Исторический контекст «Заметок о прозе поэта Пастернака» Р. Якобсона (1935) приведен у К. Барнса по ходу рассказа о выходе «Охранной грамоты» на чешском языке (Barnes 1998, 111). В послесловии к чешскому изданию Якобсон приводит свою знаменитую оппозицию между метафорой и метонимией, которые, согласно его аргументации, были определяющими для стилей и Маяковского, и Пастернака. Сам Пастернак, разумеется, всегда утверждал, что на его творчество глубочайшее влияние оказали русские символисты: «Глубина и прелесть Белого и Блока не могли не открыться мне. Их влияние своеобразно сочеталось с силой, превосходившей простое невежество» (III: 159).
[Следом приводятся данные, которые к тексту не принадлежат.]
import ts from "typescript";
import type { Requirement } from "../../shared/contracts/assignments.ts";
import { parseScript } from "../language/parse.ts";
import { GLOBAL_WORDS, LIGHTS_MEMBERS, SONG_MEMBERS, SQUARE_MEMBERS } from "../language/words.ts";

/** What an assignment can ask for, and the single words of the language. */
export type UseKind = Requirement["kind"] | "word";

/** One use of something in a script. */
export interface Use {
  readonly kind: UseKind;
  /** The function's name, the word used, or what is written (`for`, `repeat`, `if`). */
  readonly name: string;
  /** From 1. */
  readonly line: number;
}

/** Words that run their action again and again, like a loop does. */
const LOOP_WORDS: ReadonlySet<string> = new Set(["repeat", "forEach", "inTurn"]);

/** Words that stand behind a point. */
const MEMBERS: ReadonlySet<string> = new Set([...LIGHTS_MEMBERS, ...SQUARE_MEMBERS, ...SONG_MEMBERS, "color", "pitch"]);
const GLOBALS: ReadonlySet<string> = new Set(GLOBAL_WORDS);

/**
 * Gives what a script uses, in the order of the text: loops, loops in loops, functions of its own,
 * conditions, lists, the song, and the words of the language. Read from the syntax tree, so words in
 * comments and texts do not count. A script that can not be read at all gives none; one with a
 * mistake gives what the parser understood.
 */
export function listUses(source: string): Use[] {
  const uses: Use[] = [];
  try {
    const file = parseScript(source);
    visit(file, 0);
    function visit(node: ts.Node, loopDepth: number): void {
      const loop = loopName(node);
      const found: readonly (readonly [UseKind, string])[] = [
        ...(loop === null ? [] : [["loop", loop] as const]),
        ...(loop === null || loopDepth === 0 ? [] : [["nested-loop", loop] as const]),
        ...functionUses(node),
        ...songUses(node),
        ...otherUses(node),
      ];
      const line = file.getLineAndCharacterOfPosition(node.getStart(file)).line + 1;
      for (const [kind, name] of found) uses.push({ kind, name, line });
      ts.forEachChild(node, (child) => {
        visit(child, loop !== null && isLoopBody(node, child) ? loopDepth + 1 : loopDepth);
      });
    }
  } catch (error) {
    // The parser and this walk call themselves: a script nested beyond the stack is refused elsewhere.
    if (!(error instanceof RangeError)) throw error;
    return [];
  }
  return uses;
}

/** Gives the requirements that a script does not meet, as the assignment states them. */
export function listUnmet(source: string, requirements: readonly Requirement[]): Requirement[] {
  const uses = listUses(source);
  return requirements.filter(({ kind, atLeast }) => uses.filter((use) => use.kind === kind).length < atLeast);
}

function loopName(node: ts.Node): string | null {
  if (ts.isForStatement(node) || ts.isForOfStatement(node)) return "for";
  if (ts.isWhileStatement(node) || ts.isDoStatement(node)) return "while";
  if (!ts.isCallExpression(node)) return null;
  const name = calledName(node);
  return LOOP_WORDS.has(name) ? name : null;
}

/** A loop's body is its statement, or the action that a word is given; its head is outside. */
function isLoopBody(loop: ts.Node, child: ts.Node): boolean {
  if (ts.isCallExpression(loop)) return child !== loop.expression;
  return ts.isStatement(child);
}

function calledName(call: ts.CallExpression): string {
  const { expression } = call;
  return ts.isIdentifier(expression)
    ? expression.text
    : ts.isPropertyAccessExpression(expression)
      ? expression.name.text
      : "";
}

function functionUses(node: ts.Node): (readonly [UseKind, string])[] {
  const own = ownFunction(node);
  if (own === null) return [];
  const { name, parameters } = own;
  return [["function", name], ...(parameters > 0 ? [["function-with-parameters", name] as const] : [])];
}

/** A function that the script gives a name: `function f() {}` or `const f = () => {}`. */
function ownFunction(node: ts.Node): { readonly name: string; readonly parameters: number } | null {
  if (ts.isFunctionDeclaration(node) && node.name !== undefined)
    return { name: node.name.text, parameters: node.parameters.length };
  if (!ts.isVariableDeclaration(node) || !ts.isIdentifier(node.name) || node.initializer === undefined) return null;
  const { initializer } = node;
  if (!ts.isArrowFunction(initializer) && !ts.isFunctionExpression(initializer)) return null;
  return { name: node.name.text, parameters: initializer.parameters.length };
}

/** What is read of `song`: behind a point, in brackets, or taken apart by a pattern. */
function songUses(node: ts.Node): (readonly [UseKind, string])[] {
  if (ts.isPropertyAccessExpression(node) && isSong(node.expression)) return [["song-data", `song.${node.name.text}`]];
  if (ts.isElementAccessExpression(node) && isSong(node.expression))
    return [["song-data", `song[${node.argumentExpression.getText()}]`]];
  if (!ts.isVariableDeclaration(node) || !ts.isObjectBindingPattern(node.name) || !isSong(node.initializer)) return [];
  return node.name.elements.map(({ propertyName, name }) => ["song-data", `song.${(propertyName ?? name).getText()}`]);
}

function isSong(node: ts.Node | undefined): boolean {
  if (node === undefined) return false;
  return ts.isParenthesizedExpression(node) ? isSong(node.expression) : ts.isIdentifier(node) && node.text === "song";
}

function otherUses(node: ts.Node): (readonly [UseKind, string])[] {
  if (ts.isIfStatement(node)) return [["condition", "if"]];
  if (ts.isSwitchStatement(node)) return [["condition", "switch"]];
  if (ts.isConditionalExpression(node)) return [["condition", "? :"]];
  if (ts.isArrayLiteralExpression(node) || ts.isElementAccessExpression(node) || ts.isArrayBindingPattern(node))
    return [["list", "[ ]"]];
  if (ts.isPropertyAccessExpression(node)) {
    return MEMBERS.has(node.name.text) ? [["word", node.name.text]] : [];
  }
  if (ts.isIdentifier(node) && GLOBALS.has(node.text) && standsAlone(node)) return [["word", node.text]];
  return [];
}

/** Not a name that the script gives, and not the part behind a point, which is counted with its object. */
function standsAlone(node: ts.Identifier): boolean {
  const { parent } = node;
  if (ts.isPropertyAccessExpression(parent)) return parent.expression === node;
  if (
    ts.isVariableDeclaration(parent) ||
    ts.isParameter(parent) ||
    ts.isFunctionDeclaration(parent) ||
    ts.isBindingElement(parent) ||
    ts.isPropertyAssignment(parent)
  )
    return "initializer" in parent && parent.initializer === node;
  return true;
}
Глава 3, «Апеллесова черта»: поэт, окруженный мраком, служит отправной точкой для литературоведческого анализа ранней прозы Пастернака. Глава посвящена рассказу, написанному в 1914 году, довольно трудному для анализа и понимания. Загадочный герой «Апеллесовой черты», Генрих Гейне, рассматривается нами не как странствующий поэт, носящий имя знаменитого немецкого поэта, а как вневременной «априорист лирики», вернувшийся из темной ночи блужданий в бескрайнем времени и пространстве, а потом вновь исчезнувший в ней, но при этом переиначивающий каждодневную реальность силой своей личности и таланта.

Глава 4, «Письма из Тулы»: Was ist Apperzeption? – средоточие основных тем книги. В ней предпринята попытка продемонстрировать способность Пастернака не просто аргументировать конкретные философские идеи, a превращать философский аргумент в художественное пространство со множеством взаимосвязей и образных оттенков. Здесь рассматривается непростой и на первый взгляд наименее интересный из его рассказов, «Письма из Тулы». Однако по ходу анализа мы подчеркиваем главенствующую роль кантовской теории апперцепции – предмета, которому Герман Коген, согласно воспоминаниям Пастернака о Марбургской школе в «Охранной грамоте», обучал своих студентов с особым рвением. Пересмотр Пастернаком идей Канта понимается в этой главе как ключ не только к структуре повествования; философский подтекст проливает свет на более широкое понимание Пастернаком преобразующей и всеинтегрирующей силы творческого видения. Здесь же рассматривается мотив роли «другого» в автономном развитии личности. Эта установка Германа Когена на роль «другого» трактуется нами как фундаментальный сдвиг философской парадигмы, который Пастернак осмыслил и применил в одном из самых смелых и недооцененных литературных экспериментов, по сути предвозвещающем художественные находки Хорхе Луиса Борхеса (писателя, на которого, кстати, повлиял другой студент из Марбурга, Хосе Ортега-и-Гассет).